Velhos métodos, novos desafios
O célebre “conto do vigário” migrou para o ciberespaço, um território sem fronteiras e com outra característica: esconde a identidade e os rostos dos burlões. O modus operandi destas burlas é quase sempre inspirado nas técnicas tradicionais. “É vinho velho em garrafas novas”, ironiza Carlos Cabreiro. Só que agora, em vez de baterem à porta, os burlões apresentam-se em grande escala, com nomes falsos ou “clonados”.
“Através de uma história de cobertura, convencem outra pessoa a praticar determinado facto que normalmente diminui o seu património”, avança este investigador. Posteriormente, as vítimas vão sendo enroladas e manipuladas por alguém que nunca viram, mas a quem vão dando informações. Os desconhecidos, quanto mais sabem sobre elas, mais espaço de manobra ganham para as explorar. Isso pode começar com a resposta a um simples email, remetido por alguém que informa os destinatários a respeito de “heranças fabulosas” ou os convida a “participar num negócio muito lucrativo”, confirma o director da UNC3T.
“Estamos a falar de uma criminalidade que cria desconforto para a própria vítima porque tem subjacente uma ideia de ganância”, observa Carlos Cabreiro. Para ele, esse é “o principal motivo pelo qual a vítima nem sequer apresenta queixa”. Existe a vergonha de expor o golpe às autoridades ou mesmo dentro da própria família. E também de mostrar documentos que possam fazer prova do crime, dado que uma vez estabelecida uma relação de mais ou menos confiança com o burlão, podem existir aspectos privados ou até íntimos.
No caso dos cibernautas reformados ou que vivam sozinhos, as medidas de prevenção são mais difíceis de implementar, ao contrário das campanhas feitas junto das escolas, refere Cabreiro. “Já fomos a centros de idosos, mas não há organizações, os mais velhos não estão associados”, lamenta. O subintendente da PSP, Nuno Poiares, confirma que já têm sido feitas acções junto das escolas e que tem sido sobretudo as faixas etárias mais jovens o alvo das preocupações e das acções de prevenção. “Confesso que para os idosos não conheço nada feito pelo Governo”, diz ao P2. Uma solução poderá passar pela existência da figura de “guardião”, alguém “capaz de impedir o crime, como por exemplo forças de segurança, videovigilância, auxiliares de acção educativa, pais, segurança privada, etc.”, sugere Nuno Poiares.
Para Carlos Cabreiro, a actuação preventiva “terá de ter uma vertente humana”, criando uma “cultura de conhecimento informático e de segurança entre as pessoas”, bem como a realização de “alguma convenção dentro dos meios de comunicação social (...), que tem também um papel importante”.
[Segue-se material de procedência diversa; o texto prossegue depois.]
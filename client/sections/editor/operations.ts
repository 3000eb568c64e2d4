import { fitCst } from '#geometry/contour/fitting.ts';
import { measure } from '#geometry/contour/measures.ts';
import { type CstShape, lowerOrder, raiseOrder, withEqualNoseRadius } from '#geometry/shapes/cst.ts';
import { ShapeError } from '#geometry/shapes/error.ts';
import { NACA4_LIMITS, type Naca4Shape } from '#geometry/shapes/naca4.ts';
import { outlineOf, type Shape } from '#geometry/shapes/shape.ts';
import { type Outline } from '#geometry/shapes/outline.ts';
import { type Edit, type Present } from './present.ts';
import { type Surface } from './handle-ids.ts';
import { type Notice } from './notices.ts';
import { checked, sentence } from './validity.ts';

const NOTHING: Edit = { present: null, notice: null };

/** Turns a 4-digit section into a free-form one that lies where it lay. */
export function convertToFreeForm(present: Present, order: number): Edit {
  if (present.shape.kind === 'cst') return NOTHING;
  const source = outlineOf(present.shape);
  return attempt(present, () => {
    const fit = fitCst(source, { orderUpper: order, orderLower: order });
    return {
      shape: fit.shape,
      notice: { code: 'converted', order, residual: fit.residual.largest, rotationDeg: fit.rotationDeg },
    };
  });
}

/** The nearest 4-digit section by the measured thickness and camber, to a hundredth of a per cent. */
export function convertToDigits(present: Present): Edit {
  if (present.shape.kind === 'naca4') return NOTHING;
  const outline = outlineOf(present.shape);
  const measures = measure(outline);
  const round = (value: number) => Math.round(value * 1e4) / 1e4;
  const within = (value: number, { min, max }: { min: number; max: number }) =>
    Math.min(max, Math.max(min, round(value)));
  const maxCamber = within(measures.maxCamber, NACA4_LIMITS.maxCamber);
  const shape: Naca4Shape = {
    kind: 'naca4',
    maxCamber,
    maxCamberPosition:
      maxCamber === 0 ? 0 : within(measures.maxCamberPosition, NACA4_LIMITS.maxCamberPosition),
    maxThickness: within(measures.maxThickness, NACA4_LIMITS.maxThickness),
    trailingEdge: outline.sharp ? 'closed' : 'open',
  };
  return attempt(present, () => ({
    shape,
    notice: { code: 'digits-taken', deviation: largestShift(outline, outlineOf(shape)) },
  }));
}

/** Sets the order of one surface or both: raised without change, lowered by least squares. */
export function withOrder(present: Present, surface: Surface | 'both', order: number): Edit {
  const { shape } = present;
  if (shape.kind !== 'cst') return NOTHING;
  const surfaces: readonly Surface[] = surface === 'both' ? ['upper', 'lower'] : [surface];
  return attempt(present, () => {
    let next: CstShape = shape;
    let residual = 0;
    for (const each of surfaces) {
      if (next[each].length - 1 <= order) next = raiseOrder(next, each, order);
      else {
        const lowered = lowerOrder(next, each, order);
        next = lowered.shape;
        residual = Math.max(residual, lowered.residual);
      }
    }
    const notice: Notice =
      residual > 0 ? { code: 'order-lowered', order, residual } : { code: 'order-raised', order };
    return { shape: next, notice };
  });
}

/** Opens or closes the trailing edge of a 4-digit section; closes that of a free-form section. */
export function withEdge(present: Present, trailingEdge: 'open' | 'closed'): Edit {
  const { shape } = present;
  if (shape.kind === 'naca4')
    return { present: { ...present, shape: { ...shape, trailingEdge } }, notice: null };
  if (trailingEdge === 'open') return NOTHING;
  return attempt(present, () => ({ shape: { ...shape, trailingEdgeGap: 0 }, notice: null }));
}

/** Keeps the nose radius equal on both sides: the lower one follows the upper one from now on. */
export function withEqualNose(present: Present, on: boolean): Edit {
  const { shape } = present;
  if (shape.kind !== 'cst') return NOTHING;
  if (!on) return { present: { ...present, equalNose: false }, notice: null };
  const edit = attempt(present, () => ({ shape: withEqualNoseRadius(shape), notice: null }));
  return edit.present ? { ...edit, present: { ...edit.present, equalNose: true } } : edit;
}

function attempt(present: Present, make: () => { shape: Shape; notice: Notice | null }): Edit {
  try {
    const made = make();
    const result = checked(() => made.shape);
    if (result.shape) return { present: { ...present, shape: result.shape }, notice: made.notice };
    return { present: null, notice: { code: 'refused', reason: result.reason } };
  } catch (error) {
    if (!(error instanceof ShapeError)) throw error;
    return {
      present: null,
      notice: { code: 'refused', reason: sentence(error.issues[0]?.message ?? error.message) },
    };
  }
}

/** Largest distance between points of the same station of two outlines, an upper bound of how far the outline moved. */
function largestShift(before: Outline, after: Outline): number {
  let largest = 0;
  for (let i = 0; i <= 200; i++) {
    const t = i / 200;
    for (const surface of ['upper', 'lower'] as const) {
      const a = before[surface].at(t);
      const b = after[surface].at(t);
      largest = Math.max(largest, Math.hypot(a.x - b.x, a.y - b.y));
    }
  }
  return largest;
}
“Sabemos que existem perigos e o facto de estarmos em frente a um computador não quer dizer que estejamos mais seguros. Temos de evitar comportamentos de risco”, explica. “Devemos ter na Internet os mesmos cuidados que temos na vida real”, resume o director da PJ. Os riscos existem sempre, mas para ele “é fundamental saber separar a vida real da vida virtual”. “Ninguém anda na rua com tudo à mostra nem de carteira aberta.”